↓↓↓

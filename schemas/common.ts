import { z } from 'zod';

/**
 * Building blocks of the public contract shared by every experiment kind.
 * A reported number may be sent as a JSON number or as a numeric string: the string keeps the
 * digits the student wrote (0.0520 keeps its last zero), which the significant-figure check reads.
 */
export const NumberLike = z.union([
  z.number(),
  // Only a string can hold a number too large for a double ("1e999"); zod's number refuses Infinity itself.
  z
    .string()
    .regex(/^\s*[-+]?(\d+\.?\d*|\.\d+)([eE][-+]?\d+)?\s*$/, 'a number such as 0.0521 or 5.21e-2')
    .refine((v) => Number.isFinite(Number(v)), 'a finite number'),
]);
export type NumberLike = z.infer<typeof NumberLike>;

// zod's number refuses Infinity and NaN itself (JSON cannot carry them anyway).
export const FiniteNumber = z.number();

/** Schemas with a fast path, and the exact schema each stands for in JSON Schema. */
const exactOf = new Map<z.ZodType, z.ZodType>();

/**
 * `exact`, read faster: a value `plain` accepts (a check that passes only values `exact` accepts
 * unchanged) is taken as it is; any other is parsed by `exact`, so that a refused value gets its
 * exact messages. Long arrays of small tuples cost zod a copy of every element, and every batch
 * reads thousands of them.
 */
export function withFastPath<T extends z.ZodType>(exact: T, plain: (value: unknown) => boolean): z.ZodType<z.output<T>, z.input<T>> {
  const fast = z.unknown().transform((value, ctx) => {
    if (plain(value)) return value as z.output<T>;
    const parsed = exact.safeParse(value);
    if (parsed.success) return parsed.data;
    for (const issue of parsed.error.issues) ctx.addIssue({ code: 'custom', path: issue.path, message: issue.message, input: value });
    return z.NEVER;
  }) as unknown as z.ZodType<z.output<T>, z.input<T>>;
  exactOf.set(fast, exact);
  return fast;
}

/** For z.toJSONSchema's `override`: a fast-path schema is written as the exact schema it stands for. */
export function fastPathAsExact(ctx: { zodSchema: unknown; jsonSchema: Record<string, unknown> }, io: 'input' | 'output'): void {
  const exact = exactOf.get(ctx.zodSchema as z.ZodType);
  if (!exact) return;
  const { $schema: _$schema, ...json } = z.toJSONSchema(exact, { io }) as Record<string, unknown>;
  for (const key of Object.keys(ctx.jsonSchema)) delete ctx.jsonSchema[key];
  Object.assign(ctx.jsonSchema, json);
}

/**
 * Text that PostgreSQL can store: it refuses the NUL character in text and in JSON, and an unpaired
 * UTF-16 surrogate (which JSON can carry as an escape such as "\ud800") is not Unicode text at all.
 */
const UNPAIRED_SURROGATE = /[\ud800-\udbff](?![\udc00-\udfff])|(?<![\ud800-\udbff])[\udc00-\udfff]/;
export const isStorableText = (text: string): boolean => {
  // Most text has no NUL and no surrogate at all: one pass over the code units decides it.
  let surrogates = false;
  for (let i = 0; i < text.length; i++) {
    const c = text.charCodeAt(i);
    if (c === 0) return false;
    if (c >= 0xd800 && c <= 0xdfff) surrogates = true;
  }
  return !surrogates || !UNPAIRED_SURROGATE.test(text);
};
export const UNSTORABLE_TEXT = 'contains a NUL character or an unpaired surrogate, which cannot be stored';

/** Free text of at most `max` characters, trimmed, never empty, storable. */
export const Text = (max: number, emptyMessage?: string) => z.string().trim().min(1, emptyMessage).max(max).refine(isStorableText, UNSTORABLE_TEXT);

export const UnitText = Text(40, 'a unit such as min^-1 or M');

/** A value with the unit it is in, e.g. a concentration. */
export const Quantity = z.object({ value: FiniteNumber, unit: UnitText });
export type Quantity = z.infer<typeof Quantity>;

/** A value a student reports, with its uncertainty (the standard error unless stated) and unit. */
export const ReportedValue = z.object({
  value: NumberLike,
  uncertainty: NumberLike.optional(),
  // Checked by the grader, not here: an unknown unit is a finding, not a rejected submission.
  unit: z.string().max(40).refine(isStorableText, UNSTORABLE_TEXT),
});
export type ReportedValue = z.infer<typeof ReportedValue>;

/** Pseudonymous ids only; the pattern keeps names and free text out of ids. */
export const StudentId = z
  .string()
  .regex(/^[A-Za-z0-9][A-Za-z0-9._-]{0,63}$/, 'letters, digits, dot, underscore or hyphen, at most 64');

export const Tolerance = z
  .object({
    relative: z.number().nonnegative().optional(),
    absolute: z.number().nonnegative().optional(),
  })
  .refine((t) => t.relative !== undefined || t.absolute !== undefined, 'give relative, absolute or both');
export type Tolerance = z.infer<typeof Tolerance>;

export const FitModel = z.enum(['origin', 'intercept']);

/** A range of values the instructor expects for this experiment, in its own unit. */
export const Band = z
  .object({ min: FiniteNumber, max: FiniteNumber, unit: UnitText })
  .refine((b) => b.min < b.max, 'min must be below max');
export type Band = z.infer<typeof Band>;

/**
 * What becomes of work stored after its deadline: graded as usual, graded less `points`, or held
 * until a TA accepts it. Under 'deduct' the points must be above zero, else it would be 'grade'.
 */
export const LatePolicy = z
  .object({
    policy: z.enum(['grade', 'deduct', 'hold']).default('grade'),
    points: z.number().nonnegative().max(1000).default(0),
  })
  .refine((late) => late.policy !== 'deduct' || late.points > 0, { path: ['points'], message: 'points must be above 0 when late work is graded with a deduction' });
export type LatePolicy = z.infer<typeof LatePolicy>;
export const LATE_POLICY_DEFAULT: LatePolicy = { policy: 'grade', points: 0 };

↑↑↑

* WHAT YOU HAVE TO DO: Output every entry exactly.

* WRITTEN SOLUTION:
filename schemas/common.ts
import { z } from 'zod';

/**
 * Building blocks of the public contract shared by every experiment kind.
 * A reported number may be sent as a JSON number or as a numeric string: the string keeps the
 * digits the student wrote (0.0520 keeps its last zero), which the significant-figure check reads.
 */
export const NumberLike = z.union([
  z.number(),
  // Only a string can hold a number too large for a double ("1e999"); zod's number refuses Infinity itself.
  z
    .string()
    .regex(/^\s*[-+]?(\d+\.?\d*|\.\d+)([eE][-+]?\d+)?\s*$/, 'a number such as 0.0521 or 5.21e-2')
    .refine((v) => Number.isFinite(Number(v)), 'a finite number'),
]);
export type NumberLike = z.infer<typeof NumberLike>;

// zod's number refuses Infinity and NaN itself (JSON cannot carry them anyway).
export const FiniteNumber = z.number();

/** Schemas with a fast path, and the exact schema each stands for in JSON Schema. */
const exactOf = new Map<z.ZodType, z.ZodType>();

/**
 * `exact`, read faster: a value `plain` accepts (a check that passes only values `exact` accepts
 * unchanged) is taken as it is; any other is parsed by `exact`, so that a refused value gets its
 * exact messages. Long arrays of small tuples cost zod a copy of every element, and every batch
 * reads thousands of them.
 */
export function withFastPath<T extends z.ZodType>(exact: T, plain: (value: unknown) => boolean): z.ZodType<z.output<T>, z.input<T>> {
  const fast = z.unknown().transform((value, ctx) => {
    if (plain(value)) return value as z.output<T>;
    const parsed = exact.safeParse(value);
    if (parsed.success) return parsed.data;
    for (const issue of parsed.error.issues) ctx.addIssue({ code: 'custom', path: issue.path, message: issue.message, input: value });
    return z.NEVER;
  }) as unknown as z.ZodType<z.output<T>, z.input<T>>;
  exactOf.set(fast, exact);
  return fast;
}

/** For z.toJSONSchema's `override`: a fast-path schema is written as the exact schema it stands for. */
export function fastPathAsExact(ctx: { zodSchema: unknown; jsonSchema: Record<string, unknown> }, io: 'input' | 'output'): void {
  const exact = exactOf.get(ctx.zodSchema as z.ZodType);
  if (!exact) return;
  const { $schema: _$schema, ...json } = z.toJSONSchema(exact, { io }) as Record<string, unknown>;
  for (const key of Object.keys(ctx.jsonSchema)) delete ctx.jsonSchema[key];
  Object.assign(ctx.jsonSchema, json);
}

/**
 * Text that PostgreSQL can store: it refuses the NUL character in text and in JSON, and an unpaired
 * UTF-16 surrogate (which JSON can carry as an escape such as "\ud800") is not Unicode text at all.
 */
const UNPAIRED_SURROGATE = /[\ud800-\udbff](?![\udc00-\udfff])|(?<![\ud800-\udbff])[\udc00-\udfff]/;
export const isStorableText = (text: string): boolean => {
  // Most text has no NUL and no surrogate at all: one pass over the code units decides it.
  let surrogates = false;
  for (let i = 0; i < text.length; i++) {
    const c = text.charCodeAt(i);
    if (c === 0) return false;
    if (c >= 0xd800 && c <= 0xdfff) surrogates = true;
  }
  return !surrogates || !UNPAIRED_SURROGATE.test(text);
};
export const UNSTORABLE_TEXT = 'contains a NUL character or an unpaired surrogate, which cannot be stored';

/** Free text of at most `max` characters, trimmed, never empty, storable. */
export const Text = (max: number, emptyMessage?: string) => z.string().trim().min(1, emptyMessage).max(max).refine(isStorableText, UNSTORABLE_TEXT);

export const UnitText = Text(40, 'a unit such as min^-1 or M');

/** A value with the unit it is in, e.g. a concentration. */
export const Quantity = z.object({ value: FiniteNumber, unit: UnitText });
export type Quantity = z.infer<typeof Quantity>;

/** A value a student reports, with its uncertainty (the standard error unless stated) and unit. */
export const ReportedValue = z.object({
  value: NumberLike,
  uncertainty: NumberLike.optional(),
  // Checked by the grader, not here: an unknown unit is a finding, not a rejected submission.
  unit: z.string().max(40).refine(isStorableText, UNSTORABLE_TEXT),
});
export type ReportedValue = z.infer<typeof ReportedValue>;

/** Pseudonymous ids only; the pattern keeps names and free text out of ids. */
export const StudentId = z
  .string()
  .regex(/^[A-Za-z0-9][A-Za-z0-9._-]{0,63}$/, 'letters, digits, dot, underscore or hyphen, at most 64');

export const Tolerance = z
  .object({
    relative: z.number().nonnegative().optional(),
    absolute: z.number().nonnegative().optional(),
  })
  .refine((t) => t.relative !== undefined || t.absolute !== undefined, 'give relative, absolute or both');
export type Tolerance = z.infer<typeof Tolerance>;

export const FitModel = z.enum(['origin', 'intercept']);

/** A range of values the instructor expects for this experiment, in its own unit. */
export const Band = z
  .object({ min: FiniteNumber, max: FiniteNumber, unit: UnitText })
  .refine((b) => b.min < b.max, 'min must be below max');
export type Band = z.infer<typeof Band>;

/**
 * What becomes of work stored after its deadline: graded as usual, graded less `points`, or held
 * until a TA accepts it. Under 'deduct' the points must be above zero, else it would be 'grade'.
 */
export const LatePolicy = z
  .object({
    policy: z.enum(['grade', 'deduct', 'hold']).default('grade'),
    points: z.number().nonnegative().max(1000).default(0),
  })
  .refine((late) => late.policy !== 'deduct' || late.points > 0, { path: ['points'], message: 'points must be above 0 when late work is graded with a deduction' });
export type LatePolicy = z.infer<typeof LatePolicy>;
export const LATE_POLICY_DEFAULT: LatePolicy = { policy: 'grade', points: 0 };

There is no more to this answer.